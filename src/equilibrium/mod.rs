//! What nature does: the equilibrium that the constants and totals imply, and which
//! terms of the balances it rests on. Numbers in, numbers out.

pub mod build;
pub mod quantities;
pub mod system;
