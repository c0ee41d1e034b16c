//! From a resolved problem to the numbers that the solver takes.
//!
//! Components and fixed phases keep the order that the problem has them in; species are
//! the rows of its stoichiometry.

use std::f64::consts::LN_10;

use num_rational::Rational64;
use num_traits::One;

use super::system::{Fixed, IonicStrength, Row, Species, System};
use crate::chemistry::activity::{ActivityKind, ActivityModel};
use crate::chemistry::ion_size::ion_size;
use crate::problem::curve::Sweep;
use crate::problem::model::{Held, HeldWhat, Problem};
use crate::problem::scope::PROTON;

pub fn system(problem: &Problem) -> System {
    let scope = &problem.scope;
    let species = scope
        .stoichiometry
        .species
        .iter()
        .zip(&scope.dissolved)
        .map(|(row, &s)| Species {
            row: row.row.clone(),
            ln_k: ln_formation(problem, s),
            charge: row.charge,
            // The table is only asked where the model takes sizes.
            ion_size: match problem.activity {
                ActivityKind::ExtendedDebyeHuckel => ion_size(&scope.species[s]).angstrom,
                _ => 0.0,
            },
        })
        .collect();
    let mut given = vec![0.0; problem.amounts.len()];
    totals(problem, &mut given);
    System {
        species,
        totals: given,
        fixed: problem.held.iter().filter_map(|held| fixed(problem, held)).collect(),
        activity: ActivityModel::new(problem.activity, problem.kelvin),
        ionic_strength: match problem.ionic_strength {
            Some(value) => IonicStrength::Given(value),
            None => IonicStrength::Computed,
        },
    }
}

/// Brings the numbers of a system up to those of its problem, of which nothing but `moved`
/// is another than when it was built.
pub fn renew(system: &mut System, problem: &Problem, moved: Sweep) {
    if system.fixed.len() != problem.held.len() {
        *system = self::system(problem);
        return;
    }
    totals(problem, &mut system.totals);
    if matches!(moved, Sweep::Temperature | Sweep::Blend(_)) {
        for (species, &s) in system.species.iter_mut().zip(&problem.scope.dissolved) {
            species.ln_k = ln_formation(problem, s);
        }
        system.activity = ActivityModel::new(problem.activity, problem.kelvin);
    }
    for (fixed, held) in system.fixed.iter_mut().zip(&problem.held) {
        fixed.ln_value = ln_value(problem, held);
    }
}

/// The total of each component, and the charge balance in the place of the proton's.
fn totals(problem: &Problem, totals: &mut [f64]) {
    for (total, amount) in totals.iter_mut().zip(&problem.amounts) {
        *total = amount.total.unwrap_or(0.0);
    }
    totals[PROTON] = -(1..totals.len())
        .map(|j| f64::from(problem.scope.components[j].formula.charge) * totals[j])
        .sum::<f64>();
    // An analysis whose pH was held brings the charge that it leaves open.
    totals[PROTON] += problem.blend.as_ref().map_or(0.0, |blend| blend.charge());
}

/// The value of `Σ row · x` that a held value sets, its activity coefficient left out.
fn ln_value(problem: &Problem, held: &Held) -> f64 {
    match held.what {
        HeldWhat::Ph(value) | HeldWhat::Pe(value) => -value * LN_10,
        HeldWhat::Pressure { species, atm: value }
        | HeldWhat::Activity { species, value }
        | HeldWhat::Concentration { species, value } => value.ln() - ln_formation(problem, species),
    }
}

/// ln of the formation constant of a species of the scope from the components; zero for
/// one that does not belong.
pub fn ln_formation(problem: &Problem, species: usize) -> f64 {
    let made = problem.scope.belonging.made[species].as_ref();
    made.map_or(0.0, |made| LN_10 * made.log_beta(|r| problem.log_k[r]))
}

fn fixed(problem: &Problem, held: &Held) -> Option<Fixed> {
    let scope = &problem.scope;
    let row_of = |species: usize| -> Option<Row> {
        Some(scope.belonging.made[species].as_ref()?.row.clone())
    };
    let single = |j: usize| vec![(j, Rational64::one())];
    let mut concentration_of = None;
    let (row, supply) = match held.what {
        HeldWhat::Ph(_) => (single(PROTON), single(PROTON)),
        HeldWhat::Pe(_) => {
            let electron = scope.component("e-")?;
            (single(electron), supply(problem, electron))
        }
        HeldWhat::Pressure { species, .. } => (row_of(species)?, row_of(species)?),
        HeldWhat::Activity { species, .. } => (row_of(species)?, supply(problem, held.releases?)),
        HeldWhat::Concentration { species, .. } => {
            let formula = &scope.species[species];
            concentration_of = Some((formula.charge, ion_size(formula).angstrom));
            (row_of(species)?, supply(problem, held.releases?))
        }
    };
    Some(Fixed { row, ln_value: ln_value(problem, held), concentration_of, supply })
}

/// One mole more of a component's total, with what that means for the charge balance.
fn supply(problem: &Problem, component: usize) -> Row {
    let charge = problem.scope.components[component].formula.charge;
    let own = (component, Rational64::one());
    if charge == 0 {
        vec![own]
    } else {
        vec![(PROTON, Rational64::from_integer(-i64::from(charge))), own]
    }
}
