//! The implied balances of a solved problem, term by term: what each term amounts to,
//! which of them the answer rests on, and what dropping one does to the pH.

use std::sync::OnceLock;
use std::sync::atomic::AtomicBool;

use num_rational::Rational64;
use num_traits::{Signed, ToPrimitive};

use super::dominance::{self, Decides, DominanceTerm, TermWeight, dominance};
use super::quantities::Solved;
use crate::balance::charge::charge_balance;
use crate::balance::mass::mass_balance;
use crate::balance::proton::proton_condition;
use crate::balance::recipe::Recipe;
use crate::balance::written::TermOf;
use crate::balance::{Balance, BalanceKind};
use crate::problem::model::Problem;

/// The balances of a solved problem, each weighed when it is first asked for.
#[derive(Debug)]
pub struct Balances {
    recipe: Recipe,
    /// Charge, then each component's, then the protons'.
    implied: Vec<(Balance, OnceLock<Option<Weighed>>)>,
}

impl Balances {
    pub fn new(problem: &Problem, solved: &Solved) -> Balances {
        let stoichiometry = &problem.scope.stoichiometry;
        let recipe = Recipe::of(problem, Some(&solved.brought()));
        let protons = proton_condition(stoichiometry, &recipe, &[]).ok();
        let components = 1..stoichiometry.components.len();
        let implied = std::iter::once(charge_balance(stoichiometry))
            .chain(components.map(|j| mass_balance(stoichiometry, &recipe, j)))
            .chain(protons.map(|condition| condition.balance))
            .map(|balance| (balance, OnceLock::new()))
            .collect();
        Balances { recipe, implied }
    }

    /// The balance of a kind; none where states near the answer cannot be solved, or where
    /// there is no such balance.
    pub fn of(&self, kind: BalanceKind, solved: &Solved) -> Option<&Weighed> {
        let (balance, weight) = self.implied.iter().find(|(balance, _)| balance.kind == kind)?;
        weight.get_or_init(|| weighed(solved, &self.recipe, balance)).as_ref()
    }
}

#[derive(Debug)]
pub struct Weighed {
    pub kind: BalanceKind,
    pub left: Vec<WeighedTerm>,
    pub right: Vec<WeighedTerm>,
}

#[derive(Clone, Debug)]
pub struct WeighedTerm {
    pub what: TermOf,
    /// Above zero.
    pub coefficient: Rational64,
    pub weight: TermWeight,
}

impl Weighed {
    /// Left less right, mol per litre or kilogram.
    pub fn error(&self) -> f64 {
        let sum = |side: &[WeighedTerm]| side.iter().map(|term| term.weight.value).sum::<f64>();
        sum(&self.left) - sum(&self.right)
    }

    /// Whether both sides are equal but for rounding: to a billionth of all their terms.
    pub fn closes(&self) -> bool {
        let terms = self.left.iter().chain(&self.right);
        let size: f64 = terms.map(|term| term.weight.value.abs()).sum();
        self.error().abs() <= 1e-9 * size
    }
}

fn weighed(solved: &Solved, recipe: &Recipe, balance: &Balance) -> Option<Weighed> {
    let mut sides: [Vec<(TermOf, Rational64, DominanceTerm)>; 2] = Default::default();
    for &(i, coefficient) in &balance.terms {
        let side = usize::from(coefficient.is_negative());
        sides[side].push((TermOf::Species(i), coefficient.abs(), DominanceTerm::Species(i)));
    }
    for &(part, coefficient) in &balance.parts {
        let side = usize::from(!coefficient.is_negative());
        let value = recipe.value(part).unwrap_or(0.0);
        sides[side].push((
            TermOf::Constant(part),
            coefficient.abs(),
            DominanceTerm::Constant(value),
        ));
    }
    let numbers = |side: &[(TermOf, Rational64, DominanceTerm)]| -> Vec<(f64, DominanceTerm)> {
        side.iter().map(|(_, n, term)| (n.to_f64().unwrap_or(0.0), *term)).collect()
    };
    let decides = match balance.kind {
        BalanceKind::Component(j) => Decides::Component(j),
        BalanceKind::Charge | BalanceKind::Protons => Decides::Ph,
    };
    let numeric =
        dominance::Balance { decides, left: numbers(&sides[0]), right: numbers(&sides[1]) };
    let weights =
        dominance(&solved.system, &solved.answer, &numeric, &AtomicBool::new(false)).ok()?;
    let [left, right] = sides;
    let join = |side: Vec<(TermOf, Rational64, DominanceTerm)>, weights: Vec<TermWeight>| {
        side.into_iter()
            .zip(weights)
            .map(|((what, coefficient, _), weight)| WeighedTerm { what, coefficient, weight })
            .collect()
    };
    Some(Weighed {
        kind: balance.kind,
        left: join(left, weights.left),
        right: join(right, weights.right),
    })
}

+ + + +

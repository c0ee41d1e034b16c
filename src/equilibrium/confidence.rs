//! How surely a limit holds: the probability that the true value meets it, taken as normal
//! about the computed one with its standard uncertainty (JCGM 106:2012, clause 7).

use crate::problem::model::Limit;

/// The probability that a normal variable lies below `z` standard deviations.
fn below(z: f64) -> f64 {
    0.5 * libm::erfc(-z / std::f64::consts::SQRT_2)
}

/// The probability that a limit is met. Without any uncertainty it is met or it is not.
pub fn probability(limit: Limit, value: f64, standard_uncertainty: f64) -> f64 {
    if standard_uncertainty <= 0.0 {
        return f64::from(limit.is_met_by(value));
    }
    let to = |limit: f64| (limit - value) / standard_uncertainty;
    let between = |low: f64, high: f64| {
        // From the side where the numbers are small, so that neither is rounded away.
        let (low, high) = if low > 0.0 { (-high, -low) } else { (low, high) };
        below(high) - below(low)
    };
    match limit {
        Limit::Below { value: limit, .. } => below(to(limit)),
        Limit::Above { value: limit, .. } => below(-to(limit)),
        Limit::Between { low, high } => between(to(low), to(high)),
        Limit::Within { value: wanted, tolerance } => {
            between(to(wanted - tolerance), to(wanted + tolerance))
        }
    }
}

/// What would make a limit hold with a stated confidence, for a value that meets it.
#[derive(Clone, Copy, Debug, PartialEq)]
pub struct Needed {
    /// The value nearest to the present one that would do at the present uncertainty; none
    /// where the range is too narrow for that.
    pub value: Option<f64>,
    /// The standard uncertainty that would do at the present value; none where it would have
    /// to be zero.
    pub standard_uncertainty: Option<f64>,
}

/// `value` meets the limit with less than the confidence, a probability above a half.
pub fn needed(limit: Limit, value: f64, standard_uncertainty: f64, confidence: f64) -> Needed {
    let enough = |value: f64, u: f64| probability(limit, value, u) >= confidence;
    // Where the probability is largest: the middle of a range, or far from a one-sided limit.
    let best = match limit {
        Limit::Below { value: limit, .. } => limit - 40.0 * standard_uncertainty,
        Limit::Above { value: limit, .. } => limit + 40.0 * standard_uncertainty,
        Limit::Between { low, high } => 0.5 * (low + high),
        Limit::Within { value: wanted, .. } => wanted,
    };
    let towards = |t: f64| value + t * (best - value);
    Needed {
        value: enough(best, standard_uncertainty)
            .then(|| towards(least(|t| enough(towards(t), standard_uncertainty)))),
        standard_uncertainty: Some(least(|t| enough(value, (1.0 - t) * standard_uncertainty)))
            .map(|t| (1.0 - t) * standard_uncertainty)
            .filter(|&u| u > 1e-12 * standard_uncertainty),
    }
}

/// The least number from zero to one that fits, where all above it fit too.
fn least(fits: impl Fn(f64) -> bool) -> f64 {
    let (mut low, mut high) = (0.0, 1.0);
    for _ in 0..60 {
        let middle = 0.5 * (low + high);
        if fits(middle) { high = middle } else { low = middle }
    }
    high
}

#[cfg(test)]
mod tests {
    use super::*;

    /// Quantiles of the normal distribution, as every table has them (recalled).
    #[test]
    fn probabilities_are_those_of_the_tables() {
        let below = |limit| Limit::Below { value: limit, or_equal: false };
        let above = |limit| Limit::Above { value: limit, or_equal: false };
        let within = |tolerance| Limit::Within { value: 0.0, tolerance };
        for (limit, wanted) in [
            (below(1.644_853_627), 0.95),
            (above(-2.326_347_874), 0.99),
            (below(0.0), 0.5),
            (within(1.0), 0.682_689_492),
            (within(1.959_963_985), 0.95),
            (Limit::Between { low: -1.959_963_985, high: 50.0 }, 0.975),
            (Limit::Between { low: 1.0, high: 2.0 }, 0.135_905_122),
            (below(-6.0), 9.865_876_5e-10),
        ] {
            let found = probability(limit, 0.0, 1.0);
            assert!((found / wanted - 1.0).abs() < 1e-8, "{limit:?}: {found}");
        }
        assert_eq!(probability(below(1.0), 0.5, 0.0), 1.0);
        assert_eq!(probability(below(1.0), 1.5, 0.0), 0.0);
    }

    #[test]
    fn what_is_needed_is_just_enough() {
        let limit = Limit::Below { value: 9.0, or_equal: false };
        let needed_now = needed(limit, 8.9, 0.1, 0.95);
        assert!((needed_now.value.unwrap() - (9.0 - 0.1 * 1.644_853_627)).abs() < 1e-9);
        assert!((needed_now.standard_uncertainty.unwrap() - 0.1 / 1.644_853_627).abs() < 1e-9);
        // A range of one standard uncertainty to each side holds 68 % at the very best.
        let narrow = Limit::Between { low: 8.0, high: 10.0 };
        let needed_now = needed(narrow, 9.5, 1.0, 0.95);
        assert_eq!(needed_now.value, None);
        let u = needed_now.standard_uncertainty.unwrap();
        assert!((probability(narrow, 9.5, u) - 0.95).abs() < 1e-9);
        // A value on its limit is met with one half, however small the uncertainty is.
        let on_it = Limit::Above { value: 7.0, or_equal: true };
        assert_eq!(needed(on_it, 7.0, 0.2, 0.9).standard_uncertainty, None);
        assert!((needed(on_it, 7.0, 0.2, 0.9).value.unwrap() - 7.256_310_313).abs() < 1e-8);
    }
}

+ + + +

How to complete this task: Within the listing above, work out the number of lines that hold "normal", and give that number alone.

Result of this task: 3